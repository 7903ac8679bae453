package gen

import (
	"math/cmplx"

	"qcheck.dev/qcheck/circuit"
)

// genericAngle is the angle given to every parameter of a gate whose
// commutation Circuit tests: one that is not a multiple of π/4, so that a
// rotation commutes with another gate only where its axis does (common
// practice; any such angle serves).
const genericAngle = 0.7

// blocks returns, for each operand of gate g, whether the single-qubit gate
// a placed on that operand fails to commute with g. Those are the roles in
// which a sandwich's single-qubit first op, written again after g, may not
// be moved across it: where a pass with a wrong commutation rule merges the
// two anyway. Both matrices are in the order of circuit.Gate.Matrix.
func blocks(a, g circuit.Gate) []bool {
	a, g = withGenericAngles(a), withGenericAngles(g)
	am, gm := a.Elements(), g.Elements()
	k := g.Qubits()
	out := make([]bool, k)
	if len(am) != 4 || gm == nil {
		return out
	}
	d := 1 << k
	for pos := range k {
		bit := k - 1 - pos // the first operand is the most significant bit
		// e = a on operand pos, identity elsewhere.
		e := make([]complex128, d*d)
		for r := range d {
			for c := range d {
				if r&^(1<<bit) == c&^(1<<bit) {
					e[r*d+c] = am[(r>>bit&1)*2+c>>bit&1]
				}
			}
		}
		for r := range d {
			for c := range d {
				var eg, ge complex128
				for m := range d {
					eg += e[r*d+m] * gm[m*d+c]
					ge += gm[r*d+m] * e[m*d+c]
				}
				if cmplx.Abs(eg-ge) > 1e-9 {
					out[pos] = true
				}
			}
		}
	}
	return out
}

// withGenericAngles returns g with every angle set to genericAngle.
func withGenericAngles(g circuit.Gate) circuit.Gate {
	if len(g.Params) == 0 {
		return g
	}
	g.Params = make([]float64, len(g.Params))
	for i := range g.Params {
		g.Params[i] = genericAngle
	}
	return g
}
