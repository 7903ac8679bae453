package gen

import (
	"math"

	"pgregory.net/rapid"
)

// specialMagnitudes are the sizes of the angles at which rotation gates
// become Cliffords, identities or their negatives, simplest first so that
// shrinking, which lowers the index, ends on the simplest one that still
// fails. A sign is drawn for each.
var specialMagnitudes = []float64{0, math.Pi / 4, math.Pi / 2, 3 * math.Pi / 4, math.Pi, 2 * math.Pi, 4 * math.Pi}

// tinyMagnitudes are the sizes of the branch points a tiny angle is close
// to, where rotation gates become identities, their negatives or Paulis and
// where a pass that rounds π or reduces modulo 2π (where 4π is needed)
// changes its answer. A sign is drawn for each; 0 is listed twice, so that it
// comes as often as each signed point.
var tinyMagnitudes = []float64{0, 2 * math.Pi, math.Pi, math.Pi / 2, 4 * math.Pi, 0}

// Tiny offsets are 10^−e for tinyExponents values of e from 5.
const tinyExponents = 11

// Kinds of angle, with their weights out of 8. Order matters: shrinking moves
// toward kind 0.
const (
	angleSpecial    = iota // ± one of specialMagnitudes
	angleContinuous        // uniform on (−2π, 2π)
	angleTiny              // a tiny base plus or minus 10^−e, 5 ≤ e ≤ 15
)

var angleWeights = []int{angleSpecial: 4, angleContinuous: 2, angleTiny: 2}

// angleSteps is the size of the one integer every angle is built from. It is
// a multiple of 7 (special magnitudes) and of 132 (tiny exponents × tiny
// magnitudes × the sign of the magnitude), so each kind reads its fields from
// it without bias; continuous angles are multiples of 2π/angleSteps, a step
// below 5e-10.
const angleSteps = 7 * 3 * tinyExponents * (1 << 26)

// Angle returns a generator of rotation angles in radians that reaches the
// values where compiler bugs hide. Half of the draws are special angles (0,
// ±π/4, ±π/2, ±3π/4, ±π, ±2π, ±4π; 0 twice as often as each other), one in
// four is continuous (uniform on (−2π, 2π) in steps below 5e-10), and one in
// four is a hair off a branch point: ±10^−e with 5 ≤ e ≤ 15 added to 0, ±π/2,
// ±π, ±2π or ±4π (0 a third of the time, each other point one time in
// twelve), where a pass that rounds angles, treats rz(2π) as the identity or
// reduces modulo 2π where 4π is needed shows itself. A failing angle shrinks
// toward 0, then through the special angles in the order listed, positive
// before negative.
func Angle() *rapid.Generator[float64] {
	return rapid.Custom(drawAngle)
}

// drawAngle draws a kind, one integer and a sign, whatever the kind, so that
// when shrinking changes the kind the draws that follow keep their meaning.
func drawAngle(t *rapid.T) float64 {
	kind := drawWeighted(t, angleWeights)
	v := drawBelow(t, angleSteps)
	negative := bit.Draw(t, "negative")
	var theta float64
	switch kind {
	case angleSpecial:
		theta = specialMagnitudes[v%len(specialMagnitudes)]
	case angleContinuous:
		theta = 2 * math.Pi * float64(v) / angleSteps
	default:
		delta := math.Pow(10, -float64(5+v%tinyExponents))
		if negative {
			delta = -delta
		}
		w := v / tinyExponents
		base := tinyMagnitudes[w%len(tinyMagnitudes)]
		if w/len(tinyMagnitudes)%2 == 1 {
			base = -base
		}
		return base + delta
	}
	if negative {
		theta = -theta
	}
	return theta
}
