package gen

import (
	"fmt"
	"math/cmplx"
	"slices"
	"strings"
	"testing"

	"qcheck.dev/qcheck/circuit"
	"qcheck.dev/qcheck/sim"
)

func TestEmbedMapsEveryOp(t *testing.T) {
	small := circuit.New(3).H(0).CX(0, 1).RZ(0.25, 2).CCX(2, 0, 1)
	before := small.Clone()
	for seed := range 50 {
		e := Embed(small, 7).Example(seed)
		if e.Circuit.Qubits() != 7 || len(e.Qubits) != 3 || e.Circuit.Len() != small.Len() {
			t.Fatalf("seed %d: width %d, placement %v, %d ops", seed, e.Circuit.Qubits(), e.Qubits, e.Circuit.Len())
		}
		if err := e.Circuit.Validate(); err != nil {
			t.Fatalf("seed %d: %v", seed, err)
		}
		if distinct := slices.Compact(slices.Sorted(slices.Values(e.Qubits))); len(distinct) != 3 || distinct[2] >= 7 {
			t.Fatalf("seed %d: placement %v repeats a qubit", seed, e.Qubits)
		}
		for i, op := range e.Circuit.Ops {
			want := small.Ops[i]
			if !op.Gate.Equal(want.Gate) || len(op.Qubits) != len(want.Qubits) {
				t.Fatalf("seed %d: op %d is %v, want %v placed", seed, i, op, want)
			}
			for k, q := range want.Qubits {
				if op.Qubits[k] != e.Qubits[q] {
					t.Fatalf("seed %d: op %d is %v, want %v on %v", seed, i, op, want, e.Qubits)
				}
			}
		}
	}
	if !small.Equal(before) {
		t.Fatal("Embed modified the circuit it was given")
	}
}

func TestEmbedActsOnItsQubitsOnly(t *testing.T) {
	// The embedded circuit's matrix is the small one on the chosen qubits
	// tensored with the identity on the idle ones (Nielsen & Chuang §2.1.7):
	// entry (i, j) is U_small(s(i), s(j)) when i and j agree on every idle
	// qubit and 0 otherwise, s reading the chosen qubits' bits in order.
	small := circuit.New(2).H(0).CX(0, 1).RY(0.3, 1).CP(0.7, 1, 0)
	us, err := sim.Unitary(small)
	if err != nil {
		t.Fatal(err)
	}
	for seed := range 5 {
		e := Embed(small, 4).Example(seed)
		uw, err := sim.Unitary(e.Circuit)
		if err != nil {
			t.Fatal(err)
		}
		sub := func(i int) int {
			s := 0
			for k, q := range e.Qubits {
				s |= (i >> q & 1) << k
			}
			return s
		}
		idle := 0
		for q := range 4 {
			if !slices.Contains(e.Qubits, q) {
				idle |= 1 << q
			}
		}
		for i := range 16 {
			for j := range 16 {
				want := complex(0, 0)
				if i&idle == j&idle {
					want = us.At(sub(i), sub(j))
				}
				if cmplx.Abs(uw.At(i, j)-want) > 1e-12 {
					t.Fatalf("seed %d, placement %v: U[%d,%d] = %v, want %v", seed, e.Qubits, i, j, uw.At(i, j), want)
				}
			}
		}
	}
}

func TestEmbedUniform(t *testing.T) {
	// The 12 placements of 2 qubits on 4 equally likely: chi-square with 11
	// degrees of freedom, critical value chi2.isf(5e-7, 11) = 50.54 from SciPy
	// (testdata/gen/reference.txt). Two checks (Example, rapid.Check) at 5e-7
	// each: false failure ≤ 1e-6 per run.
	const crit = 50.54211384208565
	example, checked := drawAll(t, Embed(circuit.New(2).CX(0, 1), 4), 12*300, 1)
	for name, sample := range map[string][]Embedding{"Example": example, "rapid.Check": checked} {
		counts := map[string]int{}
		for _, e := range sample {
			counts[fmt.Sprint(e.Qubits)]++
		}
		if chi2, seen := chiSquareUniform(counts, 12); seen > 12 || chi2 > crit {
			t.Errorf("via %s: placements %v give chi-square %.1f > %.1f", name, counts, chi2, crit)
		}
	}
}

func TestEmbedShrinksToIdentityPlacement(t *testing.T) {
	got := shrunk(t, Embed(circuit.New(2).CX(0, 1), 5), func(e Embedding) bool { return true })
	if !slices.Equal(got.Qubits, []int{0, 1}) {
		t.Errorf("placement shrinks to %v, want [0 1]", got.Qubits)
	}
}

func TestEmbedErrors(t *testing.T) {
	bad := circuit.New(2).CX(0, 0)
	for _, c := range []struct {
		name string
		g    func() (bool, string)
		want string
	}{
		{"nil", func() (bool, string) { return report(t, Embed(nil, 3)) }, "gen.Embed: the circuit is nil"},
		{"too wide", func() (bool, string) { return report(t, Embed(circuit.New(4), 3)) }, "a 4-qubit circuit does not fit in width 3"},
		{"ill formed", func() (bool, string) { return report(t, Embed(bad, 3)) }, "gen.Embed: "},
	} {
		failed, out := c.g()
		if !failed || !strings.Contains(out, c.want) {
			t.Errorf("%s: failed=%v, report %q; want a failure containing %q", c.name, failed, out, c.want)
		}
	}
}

:::

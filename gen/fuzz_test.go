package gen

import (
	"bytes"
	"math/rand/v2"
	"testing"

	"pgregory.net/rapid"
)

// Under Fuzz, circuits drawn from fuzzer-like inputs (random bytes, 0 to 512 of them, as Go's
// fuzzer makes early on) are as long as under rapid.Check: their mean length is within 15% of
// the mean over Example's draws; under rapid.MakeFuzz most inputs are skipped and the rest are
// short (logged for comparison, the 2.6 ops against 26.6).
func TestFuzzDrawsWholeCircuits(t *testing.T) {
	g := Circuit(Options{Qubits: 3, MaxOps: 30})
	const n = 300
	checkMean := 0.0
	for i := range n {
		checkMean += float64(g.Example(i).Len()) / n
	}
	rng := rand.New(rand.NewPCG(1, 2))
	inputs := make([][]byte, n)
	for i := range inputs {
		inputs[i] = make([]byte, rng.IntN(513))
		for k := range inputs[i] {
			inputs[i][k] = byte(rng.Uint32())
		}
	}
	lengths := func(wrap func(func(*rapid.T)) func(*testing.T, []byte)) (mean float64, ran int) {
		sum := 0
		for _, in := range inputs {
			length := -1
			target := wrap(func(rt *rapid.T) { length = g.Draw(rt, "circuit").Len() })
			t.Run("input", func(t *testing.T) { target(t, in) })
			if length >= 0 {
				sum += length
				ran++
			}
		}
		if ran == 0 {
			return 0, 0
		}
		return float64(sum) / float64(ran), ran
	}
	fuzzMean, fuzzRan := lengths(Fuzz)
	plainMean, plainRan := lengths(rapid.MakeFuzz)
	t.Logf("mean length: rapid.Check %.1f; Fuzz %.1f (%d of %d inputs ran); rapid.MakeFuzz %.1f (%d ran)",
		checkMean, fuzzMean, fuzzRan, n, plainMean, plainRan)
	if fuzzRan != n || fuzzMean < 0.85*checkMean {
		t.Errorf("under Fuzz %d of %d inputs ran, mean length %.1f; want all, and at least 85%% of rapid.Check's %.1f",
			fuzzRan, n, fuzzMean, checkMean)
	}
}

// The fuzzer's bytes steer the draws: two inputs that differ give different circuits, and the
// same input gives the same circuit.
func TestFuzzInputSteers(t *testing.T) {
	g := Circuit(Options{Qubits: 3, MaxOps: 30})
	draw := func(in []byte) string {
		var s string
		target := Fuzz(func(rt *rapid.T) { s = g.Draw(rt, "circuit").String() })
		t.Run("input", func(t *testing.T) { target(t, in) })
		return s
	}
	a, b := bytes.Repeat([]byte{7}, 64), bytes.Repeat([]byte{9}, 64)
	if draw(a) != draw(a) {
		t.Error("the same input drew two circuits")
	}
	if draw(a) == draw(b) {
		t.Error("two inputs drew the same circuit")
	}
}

:::

## The problem
Tell how many lines of the listing above contain "often", giving the number alone.

## Task solution
2